── Recorded data

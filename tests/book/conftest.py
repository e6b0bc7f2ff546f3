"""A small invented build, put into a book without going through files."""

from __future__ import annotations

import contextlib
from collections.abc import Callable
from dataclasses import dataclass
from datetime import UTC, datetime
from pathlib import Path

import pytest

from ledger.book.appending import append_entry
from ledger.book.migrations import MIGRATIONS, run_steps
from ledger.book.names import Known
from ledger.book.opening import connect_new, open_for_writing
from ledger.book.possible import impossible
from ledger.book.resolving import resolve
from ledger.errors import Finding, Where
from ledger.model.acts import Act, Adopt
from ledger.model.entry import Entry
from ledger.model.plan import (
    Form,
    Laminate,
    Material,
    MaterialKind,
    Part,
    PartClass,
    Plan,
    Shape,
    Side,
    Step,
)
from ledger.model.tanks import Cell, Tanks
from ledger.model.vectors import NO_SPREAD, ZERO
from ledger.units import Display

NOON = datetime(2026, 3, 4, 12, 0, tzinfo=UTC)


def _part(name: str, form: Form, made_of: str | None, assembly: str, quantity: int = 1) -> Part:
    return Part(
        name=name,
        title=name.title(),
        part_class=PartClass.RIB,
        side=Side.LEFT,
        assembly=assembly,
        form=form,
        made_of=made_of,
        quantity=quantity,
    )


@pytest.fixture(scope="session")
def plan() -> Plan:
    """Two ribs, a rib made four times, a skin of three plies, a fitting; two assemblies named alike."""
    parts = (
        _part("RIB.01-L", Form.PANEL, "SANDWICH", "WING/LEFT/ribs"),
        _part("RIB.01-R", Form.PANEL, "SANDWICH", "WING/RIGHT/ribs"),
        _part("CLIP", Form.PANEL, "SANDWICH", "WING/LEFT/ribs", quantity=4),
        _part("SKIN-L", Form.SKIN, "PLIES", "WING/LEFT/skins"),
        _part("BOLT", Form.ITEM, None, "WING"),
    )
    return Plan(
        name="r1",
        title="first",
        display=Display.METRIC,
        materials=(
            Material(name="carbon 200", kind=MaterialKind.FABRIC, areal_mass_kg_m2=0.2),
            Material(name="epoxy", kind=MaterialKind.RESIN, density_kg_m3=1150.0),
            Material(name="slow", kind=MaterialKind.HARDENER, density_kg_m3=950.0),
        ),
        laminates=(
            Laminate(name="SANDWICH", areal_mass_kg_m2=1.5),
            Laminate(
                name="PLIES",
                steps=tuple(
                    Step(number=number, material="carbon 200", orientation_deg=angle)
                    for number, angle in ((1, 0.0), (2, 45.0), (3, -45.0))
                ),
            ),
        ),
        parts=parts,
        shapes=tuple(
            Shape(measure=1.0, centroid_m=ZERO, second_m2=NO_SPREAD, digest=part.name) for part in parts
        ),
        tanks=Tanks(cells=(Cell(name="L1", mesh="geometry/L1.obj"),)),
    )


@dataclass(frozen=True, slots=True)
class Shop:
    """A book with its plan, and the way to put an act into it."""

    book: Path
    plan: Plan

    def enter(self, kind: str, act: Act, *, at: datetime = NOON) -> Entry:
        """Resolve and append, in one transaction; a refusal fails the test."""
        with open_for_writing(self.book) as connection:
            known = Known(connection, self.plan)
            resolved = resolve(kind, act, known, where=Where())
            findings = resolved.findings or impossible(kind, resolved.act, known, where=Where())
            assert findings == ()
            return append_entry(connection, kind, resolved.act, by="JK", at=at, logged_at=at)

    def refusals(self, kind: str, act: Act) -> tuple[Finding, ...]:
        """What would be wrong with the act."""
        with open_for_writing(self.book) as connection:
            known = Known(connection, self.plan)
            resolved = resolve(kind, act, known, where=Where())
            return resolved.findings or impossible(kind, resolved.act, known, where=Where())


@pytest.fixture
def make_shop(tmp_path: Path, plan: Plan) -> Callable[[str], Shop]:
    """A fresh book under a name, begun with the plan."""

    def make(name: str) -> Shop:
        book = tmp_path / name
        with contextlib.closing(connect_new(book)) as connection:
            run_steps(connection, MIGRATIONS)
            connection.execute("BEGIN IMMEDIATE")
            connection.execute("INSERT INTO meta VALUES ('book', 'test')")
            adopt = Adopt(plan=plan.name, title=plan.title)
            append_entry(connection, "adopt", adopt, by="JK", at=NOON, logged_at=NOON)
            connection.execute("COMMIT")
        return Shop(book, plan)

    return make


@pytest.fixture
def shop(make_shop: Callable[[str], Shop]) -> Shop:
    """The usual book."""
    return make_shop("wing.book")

────
── Recorded data

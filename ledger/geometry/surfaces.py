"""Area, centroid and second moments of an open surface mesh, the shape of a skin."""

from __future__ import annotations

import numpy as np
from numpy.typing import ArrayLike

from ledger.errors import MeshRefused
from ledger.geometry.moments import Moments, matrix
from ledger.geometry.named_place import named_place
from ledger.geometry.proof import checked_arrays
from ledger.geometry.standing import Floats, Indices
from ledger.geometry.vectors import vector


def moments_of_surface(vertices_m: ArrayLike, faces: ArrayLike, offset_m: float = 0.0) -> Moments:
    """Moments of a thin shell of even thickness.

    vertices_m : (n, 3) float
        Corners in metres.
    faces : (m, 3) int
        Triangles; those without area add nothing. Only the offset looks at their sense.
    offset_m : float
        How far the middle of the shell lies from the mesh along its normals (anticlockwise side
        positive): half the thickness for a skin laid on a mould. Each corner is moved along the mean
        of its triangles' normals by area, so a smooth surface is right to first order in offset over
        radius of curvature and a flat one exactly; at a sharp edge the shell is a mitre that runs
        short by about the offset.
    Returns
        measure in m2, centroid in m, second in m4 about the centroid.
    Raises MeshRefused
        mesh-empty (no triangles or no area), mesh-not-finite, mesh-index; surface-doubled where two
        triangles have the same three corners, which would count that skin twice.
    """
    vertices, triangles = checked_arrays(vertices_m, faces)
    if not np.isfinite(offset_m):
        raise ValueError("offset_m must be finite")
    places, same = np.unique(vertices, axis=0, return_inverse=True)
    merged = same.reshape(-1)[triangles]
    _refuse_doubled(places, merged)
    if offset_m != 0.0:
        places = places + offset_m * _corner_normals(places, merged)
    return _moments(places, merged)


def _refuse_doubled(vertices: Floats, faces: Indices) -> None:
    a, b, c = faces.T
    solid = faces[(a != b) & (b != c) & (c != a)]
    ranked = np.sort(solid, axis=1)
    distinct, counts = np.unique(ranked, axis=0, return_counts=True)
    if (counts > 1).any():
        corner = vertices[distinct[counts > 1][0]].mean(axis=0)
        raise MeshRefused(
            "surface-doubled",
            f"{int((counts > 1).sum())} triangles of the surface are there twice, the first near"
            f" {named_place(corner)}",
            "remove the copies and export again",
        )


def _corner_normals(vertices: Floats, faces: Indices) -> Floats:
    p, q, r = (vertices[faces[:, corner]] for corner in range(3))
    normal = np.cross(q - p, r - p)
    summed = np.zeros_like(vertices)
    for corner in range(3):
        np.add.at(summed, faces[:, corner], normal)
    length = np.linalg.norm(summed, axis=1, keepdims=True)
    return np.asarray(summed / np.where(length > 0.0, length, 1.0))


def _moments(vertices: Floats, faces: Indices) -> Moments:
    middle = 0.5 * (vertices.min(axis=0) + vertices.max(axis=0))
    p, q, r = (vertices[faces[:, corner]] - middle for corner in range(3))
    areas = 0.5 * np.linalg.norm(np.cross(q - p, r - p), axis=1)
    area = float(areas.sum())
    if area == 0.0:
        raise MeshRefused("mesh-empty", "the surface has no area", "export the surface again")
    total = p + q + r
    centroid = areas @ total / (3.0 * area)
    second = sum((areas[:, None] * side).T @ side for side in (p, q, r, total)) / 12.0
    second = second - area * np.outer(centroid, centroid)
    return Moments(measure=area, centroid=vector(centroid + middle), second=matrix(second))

────

Problem: Your answer should be the lines above that contain the word "along", copied out.

Exercise output:
        How far the middle of the shell lies from the mesh along its normals (anticlockwise side
        positive): half the thickness for a skin laid on a mould. Each corner is moved along the mean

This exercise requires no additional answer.